Bitwise AND Yes are both set to 1. If an integer is used to represent the value of 3 & 2, the next day is retained. If the result is 2, access is performed on the next day, if the result of not 2 is 0, no access is allowed. Therefore, the SQL statement for the nth day should be (N indicates that the nth day is retained, for example, 3rd bits are the 2nd power of 2 in 3rd days ):

SELECT COUNT(*) FROM TBL_NAME WHERE DATE(reg_time) = 'XXXX-XX-XX' AND retention & 2^(N-1)

Of course, the actual number of days here indicates the number of days for retention can be set by yourself. If the number of 10th bits indicates that the retention period is 30 days, the retention and 2 ^ 9 are calculated by the bitwise and so on.
The read and write problems are solved here. The initial registration time is 0 0 0 0 0 0 0 0 0 0 0 0 0 0 0 0 0 0 1, if an access occurs on the next day, perform a bitwise OR operation between the value of the previous day and the value of the second digit as 1 and the other digits as 0, and set any one of them as 1.

    0 0 0 0 0 0 0 0 0 0 0 0 0 0 0 1    |    0 0 0 0 0 0 0 0 0 0 0 0 0 0 1 0    =    0 0 0 0 0 0 0 0 0 0 0 0 0 0 1 1

No access on the third day, and access on the fourth day is

    0 0 0 0 0 0 0 0 0 0 0 0 0 0 1 1    |    0 0 0 0 0 0 0 0 0 0 0 0 1 0 0 0    =    0 0 0 0 0 0 0 0 0 0 0 0 1 0 1 1

In SQL, N indicates the nth day of access)

UPDATE TBL_NAME SET retention = retention | 2^(N-1) WHERE uid = 'XX'

In addition, this update operation can be repeated on the same day, because one by bit or only needs to be 1, and the first update 1 on the seventh day | 2 = 3, the second update is 3 | 2 = 3. The visible values are the same.
After hearing this solution, I also suspected the efficiency problem. The speed of statistics in million data is similar to the index time in reg_time, so the problem is not serious. One integer is 4 bytes and 32 bits, it can indicate 32 different records, and 8 bytes of long integer can be used if the integer is not enough. In general, this method is scalable and can be re-analyzed, so it is feasible.

Bitwise operations have only been seen in permissions before. Here is a good way to use bitwise operations. I look forward to more thoughts.

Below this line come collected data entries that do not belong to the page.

#[test]
fn short_run_fails_the_gate_exit_3_with_outputs_marked() {
    let dir = tmp("short");
    // max_draws = draws: the run must not grow to pass (tests/grow_run.rs).
    let cfg = write_config(
        &dir,
        "chains = 2\nwarmup = 2\ndraws = 30\nmax_draws = 30",
        "",
    );
    let out = dir.join("run");
    let o = run_sample(&cfg, &out);
    let stdout = String::from_utf8_lossy(&o.stdout);
    assert_eq!(
        o.status.code(),
        Some(3),
        "{stdout}\n{}",
        String::from_utf8_lossy(&o.stderr)
    );
    assert!(stdout.contains("NOT CONVERGED"), "{stdout}");
    assert!(stdout.contains("ESS") && stdout.contains("what to try"));
    assert!(out.join("bands.csv").exists());
    let bands: serde_json::Value =
        serde_json::from_str(&std::fs::read_to_string(out.join("bands.json")).unwrap()).unwrap();
    assert_eq!(bands["converged"], false);
    assert!(bands["caution"]
        .as_str()
        .unwrap()
        .starts_with("NOT CONVERGED"));

    // The documented fields of diagnostics.json.
    let text = std::fs::read_to_string(out.join("diagnostics.json")).unwrap();
    let v: serde_json::Value = serde_json::from_str(&text).unwrap();
    assert_eq!(v["passed"], false);
    for k in ["max_rhat", "min_ess", "min_chains"] {
        assert!(v["thresholds"][k].is_number(), "{k}");
    }
    let names: Vec<&str> = v["quantities"]
        .as_array()
        .unwrap()
        .iter()
        .map(|q| q["name"].as_str().unwrap())
        .collect();
    for n in [
        "loglik",
        "occupied",
        "sigma",
        DENSITY_SUMMARY_NAME,
        "weight_1",
        "mean_1",
    ] {
        assert!(names.contains(&n), "{n} in {names:?}");
    }
    assert!(
        !names.contains(&"concentration"),
        "fixed Dirichlet concentration is not assessed"
    );
    for q in v["quantities"].as_array().unwrap() {
        for k in [
            "rhat",
            "ess_bulk",
            "ess_tail",
            "mcse_mean",
            "mcse_q05",
            "mcse_q95",
            "status",
            "label_invariant",
        ] {
            assert!(q.get(k).is_some(), "{k} in {q}");
        }
    }
    let d = v["quantities"]
        .as_array()
        .unwrap()
        .iter()
        .find(|q| q["name"] == DENSITY_SUMMARY_NAME)
        .unwrap();
    assert!(d["worst_at"]["rhat_x"].is_number() && d["worst_at"]["ess_bulk_x"].is_number());
    assert_eq!(v["density_grid"].as_array().unwrap().len(), 40);
    assert!(
        !v["failures"].as_array().unwrap().is_empty()
            && !v["advice"].as_array().unwrap().is_empty()
    );
    assert!(!text.contains("NaN"));

    // diagnose agrees: table and exit 3; --json prints the same report.
    let o = bin()
        .args(["diagnose", out.to_str().unwrap()])
        .output()
        .unwrap();
    assert_eq!(o.status.code(), Some(3));
    let table = String::from_utf8_lossy(&o.stdout);
    assert!(
        table.contains("NOT CONVERGED") && table.contains("loglik") && table.contains("FAIL"),
        "{table}"
    );
    let o = bin()
        .args(["diagnose", out.to_str().unwrap(), "--json"])
        .output()
        .unwrap();
    assert_eq!(o.status.code(), Some(3));
    assert_eq!(
        String::from_utf8_lossy(&o.stdout),
        text,
        "diagnose --json = diagnostics.json"
    );

    // Thresholds loose enough for 60 draws make it pass: exit 0.
    let o = bin()
        .args([
            "diagnose",
            out.to_str().unwrap(),
            "--max-rhat",
            "1e6",
            "--min-ess",
            "1",
        ])
        .output()
        .unwrap();
    assert_eq!(
        o.status.code(),
        Some(0),
        "{}",
        String::from_utf8_lossy(&o.stdout)
    );

    // Bad input: exit 2.
    let o = bin()
        .args(["diagnose", out.to_str().unwrap(), "--max-rhat", "0.9"])
        .output()
        .unwrap();
    assert_eq!(o.status.code(), Some(2));
    assert!(String::from_utf8_lossy(&o.stderr).contains("--max-rhat"));
    let o = bin()
        .args(["diagnose", dir.join("nope").to_str().unwrap()])
        .output()
        .unwrap();
    assert_eq!(o.status.code(), Some(2));
    let o = bin()
        .args(["diagnose", dir.to_str().unwrap()])
        .output()
        .unwrap();
    assert_eq!(o.status.code(), Some(2), "a folder that is not a run");

    // Same config and seed: byte-identical diagnostics.json.
    let out2 = dir.join("run2");
    assert_eq!(run_sample(&cfg, &out2).status.code(), Some(3));
    assert_eq!(
        std::fs::read(out2.join("diagnostics.json")).unwrap(),
        text.as_bytes()
    );
    let _ = std::fs::remove_dir_all(&dir);
}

The following are the basic operations of bitwise operations:

Original article address: Bit operations enable user retention. Thanks to the original author for sharing.

Contact Us

The content source of this page is from Internet, which doesn't represent Alibaba Cloud's opinion; products and services mentioned on that page don't have any relationship with Alibaba Cloud. If the content of the page makes you feel confusing, please write us an email, we will handle the problem within 5 days after receiving your email.

If you find any instances of plagiarism from the community, please send an email to: info-contact@alibabacloud.com and provide relevant evidence. A staff member will contact you within 5 working days.

A Free Trial That Lets You Build Big!

Start building with 50+ products and up to 12 months usage for Elastic Compute Service

  • Sales Support

    1 on 1 presale consultation

  • After-Sales Support

    24/7 Technical Support 6 Free Tickets per Quarter Faster Response

  • Alibaba Cloud offers highly flexible support services tailored to meet your exact needs.